What it is trying to preserve is control over the system that governs the movement of energy, capital, and coercion. The Strait of Hormuz is not just a geographic choke point—it is a test of whether that system can still be enforced under pressure.
From Washington’s perspective, Europe supports open sea lanes—but hesitates to enforce them when contested. Washington’s question for the EU or NATO is, “What are you worth?”
The issue shifts from disagreement to imbalance. Imbalance creates uncertainty—and uncertainty sends mixed signals. A system built on credibility, mixed signals become a liability.
The question now becomes: who pays to maintain the system?
U.S. strategy has to shift under those conditions. From alliance cohesion to enforcement; from shared values to cost distribution; and from unity to tiered participation.
This does not mean abandoning the alliance.
It means redefining it in functional terms.
In some respects, this begins to resemble older political structures more than modern alliances. Not in form, but in behavior. A loose collection of states, unequal in capacity and commitment, cooperating when interests align, diverging when costs rise. At times unified, at other times fragmented, they are constantly negotiating their place within the larger system.
The pattern is familiar, but the comparison is not exact.
Operational Level — Coalition, Not Community
Operationally, the alliance is still holding together. But it’s starting to split into different roles — some countries stepping up, others stepping back.
Willingness to act begins to matter more than formal membership.
In practical terms:
1. The core group (U.S., UK, FRA, DEU, etc.) conducts enforcement operations, deterrence, and escalation management.
2. The secondary group (NLD, SVK, HUN, etc.) contributes indirectly through escort missions, intelligence, and stabilization.
3. All others remain politically aligned but operationally absent.
Collapse?
No.
But a task-organized alliance.
Uniform participation?
No.
Selective contribution.
Pay to play, in one sense.
Political Level — Negotiated Obligation
Politically, the shift is visible.
European governments emphasize restraint and legality. The United States emphasizes credibility, deterrence, and enforcement. Both positions are valid and rational within their respective frameworks.
However, those two approaches do not always line up. And when they do not, the whole character of the alliance starts to shift. What used to be treated as firm, agreed-upon obligations are now quietly renegotiated — made conditional, hedged, or even reversible depending on the moment. Support is no longer something you can count on. It gets evaluated, case by case.
Not in the abstract sense — but in terms of cost:
What does this require?
What does this risk?
What does this return?
The alliance begins to resemble a market. Not because countries have become mercenaries, but because the value of commitments is no longer taken for granted.

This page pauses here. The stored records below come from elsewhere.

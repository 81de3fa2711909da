/*
 * devices_text.h: what the device tables do not say, for docs/devices.md: equations and sources.
 * Family by family, in the order of the page.
 */
#ifndef DOCS_DEVICES_TEXT_H
#define DOCS_DEVICES_TEXT_H

struct family {
    const char *word;   /* the device whose tables are printed */
    const char *mirror; /* the same reflected, or shares all tables; NULL: none */
    const char *heading;
    const char *text; /* Markdown */
};

static const struct family families[] = {
    {"nmos", "pmos", "MOS transistor",
     "Charge-based and continuous in all regions. Core: Enz, Krummenacher and Vittoz (1995) and "
     "the\n"
     "unified charge-control form of Cunha, Schneider and Galup-Montoro (1998). With voltages VG, "
     "VS, VD\n"
     "to the bulk, a = min(VS, VD), x = |VD - VS|, UT = kT/q, and\n"
     "S(x, e) = (x + sqrt(x^2 + 4 e^2))/2, a smooth max(x, 0):\n"
     "\n"
     "    Le = L - length_offset     We = W - width_offset     h = sqrt(1 um/Le)\n"
     "    H = (sqrt(1 + halo_length/Le) - 1)/sqrt(halo_length/1 um), without halo_length H = h\n"
     "    g = body_effect (1 - halo_body H - narrow_body (1 um/We))\n"
     "    U = slope_factor UT (1 + narrow_slope (1 um/We)/(1 + narrow_slope_length/Le))\n"
     "    sigma = dibl h + dibl_short exp(-(Le - short_length)/short_decay)\n"
     "    VA = early (Le/1 um)^early_exponent\n"
     "    beta = m kprime (T/T0)^-mobility_exponent We/Le\n"
     "    xs = sqrt(x^2 + (10 mV)^2) - 10 mV\n"
     "    vt = threshold + threshold_tempco (T - T0) + halo_threshold H\n"
     "         + narrow_threshold (1 um/We) - sigma xs S(1 + dibl_body a, 0.1)\n"
     "    y = S(VG - vt + phi + g sqrt(phi), 1 mV)     s = sqrt(y + g^2/4) - g/2\n"
     "    VP = s^2 - phi     sb = sqrt(s^2 + 4 UT)     n = 1 + g/(2 sb)     (g = 0: VP = VG - vt, "
     "n = 1)\n"
     "    2 q + ln q = v defines q = Q(v)     qs = Q((VP - a)/U)\n"
     "    lam = 2 U/(critical_field Le), 0 when there is none\n"
     "    A = 2 + lam + 2 lam qs     R = sqrt((2 + lam)^2 + 8 lam qs)\n"
     "    qx = 2 lam (qs^2 + qs)/(A + R)\n"
     "    Vx = U (2 (qs - qx) + ln((A + R)/(2 (lam (1 + qs) + 2 exp(-4)))))\n"
     "    xe = x/(1 + (x/(saturation_knee Vx))^12)^(1/12)\n"
     "    qd = Q((VP - a - x')/U), x' = xe where lam > 0, else x\n"
     "    mu = 1 + mobility_bulk g sb + (mobility_gate + mobility_gate_short 1 um/Le) n U (qs + "
     "qd)\n"
     "    M = 1 + (x - xe)/VA, or with early_onset 1 + (early_onset/VA) ln(1 + (x - "
     "xe)/early_onset)\n"
     "    ID = 2 n beta U^2 (qs^2 + qs - qd^2 - qd) M/(mu (1 + lam (qs - qd)))\n"
     "\n"
     "Exchanging drain and source exchanges the sign exactly. `inversion` is qs^2 + qs at the end "
     "with more\n"
     "charge (weak below 0.1, strong above 10: Enz and Vittoz 2006); `vdsat` is Vx, which without "
     "velocity\n"
     "saturation is U (2 sqrt(inversion + 1/4) + 3) (Enz and Vittoz), in the hand view the "
     "overdrive; `vth`\n"
     "is the gate-source voltage at which VP = a. With `junction_leak`, two junctions from the "
     "bulk to source\n"
     "and drain. Hand view: q = max(v, 0)/2 and q^2 for q^2 + q, which is the square law\n"
     "kprime W/(2 L) (vgs - threshold)^2 exactly.\n"
     "\n"
     "The extensions were chosen on measured transistors of an open 130 nm process "
     "(`models/open130.process`\n"
     "says which): one geometry at a time 0.8 to 2.8 % rms error of the drain current in "
     "saturation\n"
     "(p-channel of 0.15 um: 3.6 to 4.9 %). Left out: gate current, charge and noise, impact "
     "ionisation,\n"
     "self-heating, drain-side leakage other than the junctions.\n"},
    {"nmos hand", "pmos hand", "Hand transistor",
     "The transistor of a paper design: `nmos` or `pmos` with `conduction` instead of W and L. "
     "Hand view:\n"
     "I = conduction (vgs - threshold)^2 saturated, conduction (2 (vgs - threshold) vds - vds^2) "
     "in triode\n"
     "(Shichman and Hodges 1968). Full view: the equations above with beta = 2 conduction, no body "
     "effect and\n"
     "slope_factor = `slope`, so that both agree in strong inversion; a slope that was assumed "
     "earns a\n"
     "caution. `early` multiplies by 1 + vds/early in both views.\n"},
    {"diode", NULL, "Diode",
     "    I = area m (I_S (exp(V/(n UT)) - 1) - I_Z exp(-(V_Z + V)/(n_Z UT)))\n"
     "\n"
     "Shockley (1949); the exponential breakdown makes a Zener diode. I_S, n, V_Z, I_Z, n_Z are\n"
     "saturation_current, emission, breakdown_voltage, breakdown_current and breakdown_emission. "
     "The series\n"
     "resistance lies outside. T: I_S (T/T0)^(p/n) exp((E_g/(n UT)) (T/T0 - 1)) with p = "
     "saturation_exponent\n"
     "and E_g = bandgap; V_Z (1 + breakdown_tempco (T - T0)). Exponents above 80 go on as their "
     "tangent, in every\n"
     "device.\n"},
    {"npn", "pnp", "Bipolar transistor",
     "Integral charge control, Gummel and Poon (1970):\n"
     "\n"
     "    IF = I_S (exp(VBE/(n_F UT)) - 1)     IR = I_S (exp(VBC/(n_R UT)) - 1)\n"
     "    q1 = 1/(1 - VBC/V_A - VBE/V_B)     q2 = IF/I_K + IR/I_KR     qb = (q1/2) (1 + sqrt(1 + 4 "
     "q2))\n"
     "    IC = (IF - IR)/qb - IR/beta_R - I_LC (exp(VBC/(n_LC UT)) - 1)\n"
     "    IB = IF/beta_F + IR/beta_R + I_LE (exp(VBE/(n_LE UT)) - 1) + I_LC (exp(VBC/(n_LC UT)) - "
     "1)\n"
     "\n"
     "times area m. V_A, V_B are early and early_reverse; I_K, I_KR the knees; I_LE, n_LE, I_LC, "
     "n_LC the\n"
     "leaks. Ours: where 1 - VBC/V_A - VBE/V_B falls below 0.05 (punch-through), q1 goes on as "
     "its\n"
     "tangent. T: I_S as for the diode with n = 1, both betas (T/T0)^beta_exponent, leaks as I_S "
     "with their own\n"
     "emission over (T/T0)^beta_exponent. Hand view: no base current, Early effect, knee, "
     "resistance or leak; the\n"
     "exponential law stays. Headroom: vce - saturation_voltage. Left out: the substrate junction, "
     "charge,\n"
     "avalanche.\n"},
    {"njfet", "pjfet", "Junction field-effect transistor",
     "Shichman and Hodges (1968), with B = idss/pinchoff^2 and v = vgs - pinchoff:\n"
     "\n"
     "    saturated  ID = B v^2 (1 + vds/early)     triode  ID = B vds (2 v - vds) (1 + "
     "vds/early)\n"
     "\n"
     "Reversed drain and source by symmetry; the gate junctions are diodes. The straight "
     "temperature laws end at a\n"
     "thousandth of idss and of pinchoff.\n"},
    {"resistor", NULL, "Resistor",
     "R(T) = value (1 + tempco (T - T0) + tempco2 (T - T0)^2); corners scale it by "
     "`resistor.value`.\n"
     "`tol` stands for the maker's tolerance.\n"},
    {"current", NULL, "Current source",
     "Ideal: drives its value from the first node to the second through itself, so that the second "
     "node\n"
     "receives it.\n"},
    {"voltage", NULL, "Voltage source", "Ideal: the first node is the value above the second.\n"},
    {"opamp", NULL, "Operational amplifier",
     "    v(out) = mid + half tanh(gain (v(plus) - v(minus) + offset)/half)\n"
     "\n"
     "with mid = (high + low)/2 and half = (high - low)/2. Each limit is a voltage or a node. No "
     "input current, no\n"
     "output resistance.\n"},
    {"law", NULL, "Law",
     "`law NAME a -> b i = EXPRESSION`: the current from a to b as an expression of node voltages "
     "(`node.v`) and\n"
     "lets, with exact derivatives by forward differentiation (Griewank and Walther 2008). At most "
     "16 node\n"
     "voltages.\n"},
    {"table", NULL, "Table",
     "`table NAME a -> b \"file.csv\"`: measured current against voltage, two columns in V and A, "
     "one header line\n"
     "allowed, found beside the cell. Monotone cubic between the points (Fritsch and Carlson "
     "1980), straight\n"
     "beyond the ends.\n"},
};

#endif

Economic Level — Coercion Without Participation
The final layer is economic—and it is decisive.
European states may choose to limit their military role. But they cannot opt out of the system’s economic consequences.
Disruptions in Hormuz translate into:
Energy price volatility
Industrial strain
Insurance and shipping cost increases
Even without direct participation, costs are still imposed.
From a U.S. perspective, this creates leverage.
If allies do not contribute to enforcement, they will still experience the consequences of instability—and may be compelled to align through financial, industrial, or regulatory pressure.
In this sense, strategy extends beyond military action.
It becomes systemic.
NATO is not breaking.
NATO is adapting to pressure in a way that reveals something deeper about how alliances function when costs rise.
The question is no longer whether allies agree—it is whether they are willing to contribute, and at what level.
That shift changes the character of the alliance—not in form, but in function.
What was once assumed is now negotiated.
What was once shared is now distributed.
What was once taken for granted now has a price.